Find the lines of data that contain the string "frequencies", then list them.

=== Begin Enclosure ===

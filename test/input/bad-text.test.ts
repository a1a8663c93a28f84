/** Texts that are no cross-section file at all, and slips too small for a file of their own. */
import { describe, expect, it } from 'vitest';
import { decodeText, MAX_FILE_BYTES } from '../../src/input/index.ts';
import { Problem } from '../../src/problem.ts';
import { lines, pair, problemsOf } from './helpers.ts';

function problemOf(action: () => unknown): Problem {
  try {
    action();
  } catch (error) {
    if (error instanceof Problem) return error;
    throw error;
  }
  throw new Error('no problem');
}

const bytes = (...values: number[]) => Uint8Array.from(values);
const utf16 = (text: string, big: boolean) => {
  const codes = Array.from(`\ufeff${text}`, (c) => c.charCodeAt(0));
  return Uint8Array.from(codes.flatMap((c) => (big ? [c >> 8, c & 255] : [c & 255, c >> 8])));
};

describe('decodeText', () => {
  it('reads UTF-8 with and without byte order mark, and UTF-16 with one', () => {
    const text = 'title: 60 °C';
    expect(decodeText(new TextEncoder().encode(text), 'f')).toBe(text);
    expect(decodeText(new TextEncoder().encode(`\ufeff${text}`), 'f')).toBe(text);
    expect(decodeText(utf16(text, false), 'f')).toBe(text);
    expect(decodeText(utf16(text, true), 'f')).toBe(text);
  });

  it('keeps a replacement character that is really in the text', () => {
    expect(decodeText(new TextEncoder().encode('a\ufffdb'), 'f')).toBe('a\ufffdb');
  });

  it('refuses a file over 10 MB with the limit', () => {
    const problem = problemOf(() => decodeText(new Uint8Array(MAX_FILE_BYTES + 1), 'big.yaml'));
    expect(problem.line()).toBe('big.yaml TOO_LARGE 10.0 MB; a cross-section file has at most 10 MB');
  });

  it.each([
    ['binary garbage', bytes(0x7f, 0x45, 0x4c, 0x46, 0, 0, 1), 'f:1:1 NOT_TEXT'],
    ['zeros in the second line', bytes(0x61, 0x0a, 0x62, 0), 'f:2:2 NOT_TEXT'],
    ['Latin-1', bytes(0x61, 0x0a, 0x36, 0x30, 0xb0, 0x43), 'f:2:3 NOT_TEXT'],
    ['UTF-16 without a mark', bytes(0x61, 0, 0x62, 0), 'f:1:2 NOT_TEXT'],
    ['a cut UTF-8 sequence', bytes(0x61, 0xe2, 0x82), 'f:1:2 NOT_TEXT'],
  ])('refuses %s', (_, data, start) => {
    expect(
      problemOf(() => decodeText(data, 'f'))
        .line()
        .slice(0, start.length),
    ).toBe(start);
  });
});

describe('texts that are no case', () => {
  it.each([
    ['', '1:1 MISSING the file is empty'],
    ['# nothing', '1:1 MISSING the file is empty'],
    ['just words', '1:1 WRONG_TYPE the file is the text "just words"'],
    ['[1, 2]', '1:1 WRONG_TYPE the file is a list'],
    ['a: 1\n---\nb: 2', '3:1 SYNTAX a second document'],
    ['%YAML 1.1\n---\na: 1', '1:1 SYNTAX YAML 1.1'],
    ['{"rimflow": 1,', '1:15 SYNTAX'],
    ['\u0000', '1:1 NOT_TEXT binary data'],
    ['['.repeat(100_000), '1:41 TOO_LARGE nested deeper than 40 levels'],
    ['- '.repeat(100_000), '1:80 TOO_LARGE nested deeper'],
    [`a: [${'1,'.repeat(400_000)}]`, '1:333334 TOO_LARGE over 500000 words'],
    ['x'.repeat(MAX_FILE_BYTES + 1), 'undefined:undefined TOO_LARGE over 10 MB'],
  ])('%.20s', async (text, start) => {
    const first = lines(await problemsOf(text))[0]!;
    expect(first.slice(0, start.length)).toBe(start);
  });
});

describe('small slips', () => {
  const good = pair('diameter: 1 mm');
  it.each([
    [
      'a missing version',
      good.replace('rimflow: 1', 'title: x'),
      ['1:1 FORMAT_VERSION format version is missing'],
    ],
    [
      'an unknown version',
      good.replace('rimflow: 1', 'rimflow: 2'),
      ['1:10 FORMAT_VERSION format version 2'],
    ],
    ['a tag', `${good}title: !!str 5`, ['8:14 SYNTAX a tag']],
    ['a tag of a language', `${good}title: !!js/function x`, ['8:22 SYNTAX a tag']],
    ['an alias of nothing', `${good}title: *b`, ['8:8 SYNTAX no anchor "b" before this alias']],
    ['an alias of itself', `${good}title: &a [*a]`, ['8:11 WRONG_TYPE', '8:12 CIRCULAR']],
    ['a key that is a list', `${good}? [a]\n: 1`, ['8:3 SYNTAX a key']],
    ['merge keys', `${good}<<: { title: x }`, ['8:1 UNKNOWN_KEY']],
    ['an empty section', `${good}materials:`, ['8:11 MISSING "materials" is missing']],
    [
      'no wires',
      good.replace(/ {2}[ab]: .*\n/g, '').replace('wires:', 'wires: {}'),
      ['2:8 MISSING no wires', '4:15 UNKNOWN_WIRE', '4:26 UNKNOWN_WIRE'],
    ],
    ['no loops', good.replace(/ {2}pair: .*\n/, '').replace('loops:', 'loops: {}'), ['5:8 MISSING no loops']],
    ['an empty list of frequencies', good.replace('[50 Hz]', '[]'), ['7:14 NO_FREQUENCIES']],
    ['an empty value of frequencies', good.replace('[50 Hz]', ''), ['7:14 NO_FREQUENCIES']],
    [
      'a word for frequencies',
      good.replace('[50 Hz]', 'all'),
      ['7:14 WRONG_TYPE "frequencies" is the text "all"; expected a list'],
    ],
    [
      'a log range from zero',
      good.replace('[50 Hz]', '{ from: 0 Hz, to: 1 kHz }'),
      ['7:22 RANGE a log scale can not begin at 0 Hz'],
    ],
    [
      'a range upside down',
      good.replace('[50 Hz]', '{ from: 1 MHz, to: 1 kHz }'),
      ['7:22 RANGE from is above to'],
    ],
    [
      'two steps',
      good.replace('[50 Hz]', '{ from: 1 Hz, to: 1 kHz, count: 3, per_decade: 3 }'),
      ['7:46 WRONG_TYPE per_decade and count'],
    ],
    [
      'linear without count',
      good.replace('[50 Hz]', '{ from: 1 Hz, to: 1 kHz, scale: linear }'),
      ['7:14 MISSING a linear scale needs count'],
    ],
    [
      'maps in place of words',
      good
        .replace('return: b', 'return: { b: c }')
        .replace('[0 mm, 0 mm]', '{ from: { b: c }, distance: {} }')
        .concat('title: {}'),
      [
        '3:36 WRONG_TYPE "from" is a map',
        '3:56 WRONG_TYPE "distance" is a map',
        '6:26 WRONG_TYPE "return" is a map',
        '8:8 WRONG_TYPE "title" is a map',
      ],
    ],
    [
      'a key without a value',
      good.replace('[50 Hz]', '{ from: 1 Hz, to: 1 Hz, count }'),
      ['7:38 MISSING "count"'],
    ],
    [
      'let names of the wrong kind',
      good
        .replace('diameter: 1 mm', 'gauge: yes, material: yes, insulation: yes')
        .replace('[0 mm, 0 mm]', '{ from: yes, distance: yes, touching: three }')
        .replace('return: b', 'return: yes, series: three')
        .concat('let: { yes: true, three: 3 }'),
      [
        '3:15 UNKNOWN_GAUGE',
        '3:30 UNKNOWN_MATERIAL',
        '3:47 EXPRESSION insulation: let name "yes" is "true", which is no quantity',
        '3:79 EXPRESSION distance: let name "yes" is "true"',
        '3:94 WRONG_TYPE touching: "3" is neither true nor false',
        '6:26 UNKNOWN_WIRE no wire "true"',
        '6:39 WRONG_TYPE series: "3" is neither',
      ],
    ],
    [
      'half a point',
      good.replace('[50 Hz]', '{ from: 1 Hz, to: 1 kHz, count: 2.5 }'),
      ['7:46 RANGE count: 2.5 is not a whole number'],
    ],
    [
      'no point',
      good.replace('[50 Hz]', '{ from: 1 Hz, to: 1 kHz, per_decade: 0 }'),
      ['7:51 RANGE per_decade'],
    ],
    [
      'a million points',
      good.replace('[50 Hz]', '{ from: 1 Hz, to: 1 kHz, per_decade: 90000 }'),
      ['7:51 TOO_LARGE over 100000 frequencies'],
    ],
    [
      'a scale of its own',
      good.replace('[50 Hz]', '{ from: 1 Hz, to: 1 kHz, scale: octave }'),
      ['7:46 WRONG_TYPE scale is octave'],
    ],
    [
      'a tolerance too tight',
      `${good}tolerance: 1e-20`,
      ['8:12 RANGE tolerance: "1e-20" is outside 1e-12 to 0.1'],
    ],
    ['a tolerance with a unit', `${good}tolerance: 1 mm`, ['8:12 UNIT tolerance: "1 mm" is a length']],
    [
      'a negative extra',
      good.replace('return: b', 'return: b, extra: { resistance: -1 ohm }'),
      ['6:50 RANGE resistance: "-1 ohm" is outside'],
    ],
    [
      'three coordinates',
      good.replace('[0 mm, 0 mm]', '[0 mm, 0 mm, 0 mm]'),
      ['3:28 WRONG_TYPE "at" is a list'],
    ],
    ['no place', good.replace(', at: [0 mm, 0 mm]', ''), ['3:3 MISSING "at" is missing']],
    [
      'a place without distance',
      good.replace('[0 mm, 0 mm]', '{ from: b }'),
      ['3:28 MISSING at: no distance'],
    ],
    [
      'touching and distance',
      good.replace('[0 mm, 0 mm]', '{ from: b, distance: 3 mm, touching: true }'),
      ['3:49 WRONG_TYPE touching and distance'],
    ],
    [
      'an unknown origin',
      good.replace('[0 mm, 0 mm]', '{ from: bb, distance: 3 mm }'),
      ['3:36 UNKNOWN_WIRE no wire "bb" to stand from'],
    ],
    [
      'no flag',
      good.replace('return: b', 'return: b, series: maybe'),
      ['6:37 WRONG_TYPE series: "maybe" is neither true nor false'],
    ],
    [
      'an override of no name',
      good,
      ['undefined:undefined NAME no let name "gap"; the file has no let names'],
      { gap: '1 mm' },
    ],
    [
      'an override misspelt',
      `${good}let: { gap: 1 mm }`,
      ['undefined:undefined NAME no let name "gpa" (did you mean "gap"?)'],
      { gpa: '1 mm' },
    ],
    [
      'coordinates too far out',
      good.replace('0 mm, 0 mm', '900000 m, 0 m').replace('[1 m', '[900000.0011 m'),
      ['4:28 RANGE wires "a" and "b" are 1.1 mm apart, too far from the origin'],
    ],
  ] as [string, string, string[], Record<string, string>?][])('%s', async (_, text, expected, set) => {
    const found = lines(await problemsOf(text, set));
    expect(found.map((line, k) => line.slice(0, expected[k]?.length))).toEqual(expected);
  });

  it('places an override at its option', async () => {
    const [problem] = await problemsOf(`${good}let: { gap: 1 mm }`.replace('1 m,', 'gap,'), { gap: '1 kg' });
    expect(problem?.line()).toMatch(/^--set gap UNIT let name "gap": "kg" is neither a unit/);
  });

  it('counts the tail of a very long list', async () => {
    const text = `${good}let: { ${Array.from({ length: 300 }, (_, k) => `${k}: 1`).join(', ')} }`;
    const problems = await problemsOf(text);
    expect(problems.length).toBe(201);
    expect(problems.at(-1)!.message).toBe('and 100 more problems');
  });
});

=== End Enclosure ===

§ RESPONSE TO THIS TASK:
    ['an empty list of frequencies', good.replace('[50 Hz]', '[]'), ['7:14 NO_FREQUENCIES']],
    ['an empty value of frequencies', good.replace('[50 Hz]', ''), ['7:14 NO_FREQUENCIES']],
      'a word for frequencies',
      ['7:14 WRONG_TYPE "frequencies" is the text "all"; expected a list'],
      ['7:51 TOO_LARGE over 100000 frequencies'],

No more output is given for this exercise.